Words in the image are annotated in the polygon format. The annotation file is a json file with the following format:

"folderName_image_id": {
    "annotations": 
    {
        "polygon_0":
        {
            "coordinates":
                [
                    [x1, y1],
                    [x2, y2],
                    ...,
                    [xn, yn]
                ],
            "text": "text in the current polygon",
            "script_language" : "language of the word present in the polygon."
        },
        ...,
        "polygon_n":
        {
            "coordinates":
                [
                    [x1, y1],
                    [x2, y2],
                    ...,
                    [xn, yn]
                ],
            "text": "text in the current polygon",
            "script_language" : "language of the word present in the polygon."
        }
    },
    "url": "url of the image",
    "image_name": "path to the image",
    "split" : "train/test split"
    "folderName": "folder of the image"
}

Task 2: Cropped word recognition

Data Download:

Download the recognition.zip from the link (zip file ~774 MB).

File structure

Recognition/
│
├── train/
│   ├── assamese/
│   │   ├── X_image_name_xx_xx.jpg
    │   ├── X_image_name_xx_xx.jpg
    │   ├── X_image_name_xx_xx.jpg
│   ├── bengali/
│   │   ├── ...
│   ├── ...
│   └── urdu/
├── test/
│   ├── assamese/
│   ├── bengali/
│   ├── ...
│   └── urdu/
├── train.csv
└── test.csv

Annotation Format (BSTD_release_v1.json):

Files: recognition/train.csv and recognition/test.csv

Each file contains rows (each row has comma seperated values as follows)

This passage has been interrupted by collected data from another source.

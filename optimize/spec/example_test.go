package spec_test

import (
	"fmt"

	"plumb/optimize/spec"
)

// Parse a spec; every quantity carries its unit.
func ExampleParse() {
	s, err := spec.Parse([]byte(`name: channel
about: difference amplifier into an ADC
family: difference
gain: 0.2
input: {differential: ±10V, common_mode: -5..5V}
supply: ±5V
reference: {voltage: 2V}
temperature: {range: 0..50C}
limits: {gain_error: 0.5%, cmrr: 60dB, gain_drift: 20ppm/K}
`), "channel.yaml")
	if err != nil {
		fmt.Println(err)
		return
	}
	fmt.Println(s.Gain, s.Input, s.Limits.GainError, s.Limits.CMRRdB, s.Limits.GainDrift, s.WorstExcursion())

	// A quantity without its unit is refused, naming the file and field.
	_, err = spec.Parse([]byte("name: x\nabout: y\nfamily: difference\ngain: 1\ninput: {differential: ±1V}\nsupply: ±5V\ntemperature: {range: 0..50C}\nlimits: {cmrr: 80}\n"), "x.yaml")
	fmt.Println(err)
	// Output:
	// 0.2 {-10 10} 0.005 60 2e-05 25
	// spec x.yaml:8:10: limits.cmrr: "80" has no unit; write it like 80dB
}

// Write a design back in the design-file layout.
func ExampleDesign_Marshal() {
	d, err := spec.ParseDesign([]byte(`family: inverting
positions:
  Rf: {value: 47k, tolerance: 0.1%, tcr: 25ppm/K}
  Rg: {part: XR-10K0}
amplifier: {part: OPX-1}
`), "d.yaml")
	if err != nil {
		fmt.Println(err)
		return
	}
	out, _ := d.Marshal()
	fmt.Print(string(out))
	// Output:
	// family: inverting
	// positions:
	//     Rf:
	//         value: "47000"
	//         tolerance: 0.1%
	//         tcr: 25ppm/K
	//     Rg:
	//         part: XR-10K0
	// amplifier:
	//     part: OPX-1
}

path_to_the_cropped_word_image, recogntion_annotation, script_language

Data Connversion:

To convert the recognition data into lmbd files use utils/fetch_lmdb_format_data.py.

Usage
python fetch_lmdb_format_data.py --recognition_folder_path ~bstd/recognition/ --split train --language hindi --output_directory lmdb/hindi/train/real/hindi

To get more details on arguments

python fetch_lmdb_format_data.py --help

Task 3: Script Identification

For the task of script identification, a dataset comprising images from three languages—English, Hindi, and a specific regional language—has been created. This setup allows for the evaluation of a model that classifies these three classes. The choice of languages reflects the common occurrence of these three languages in certain regions of India.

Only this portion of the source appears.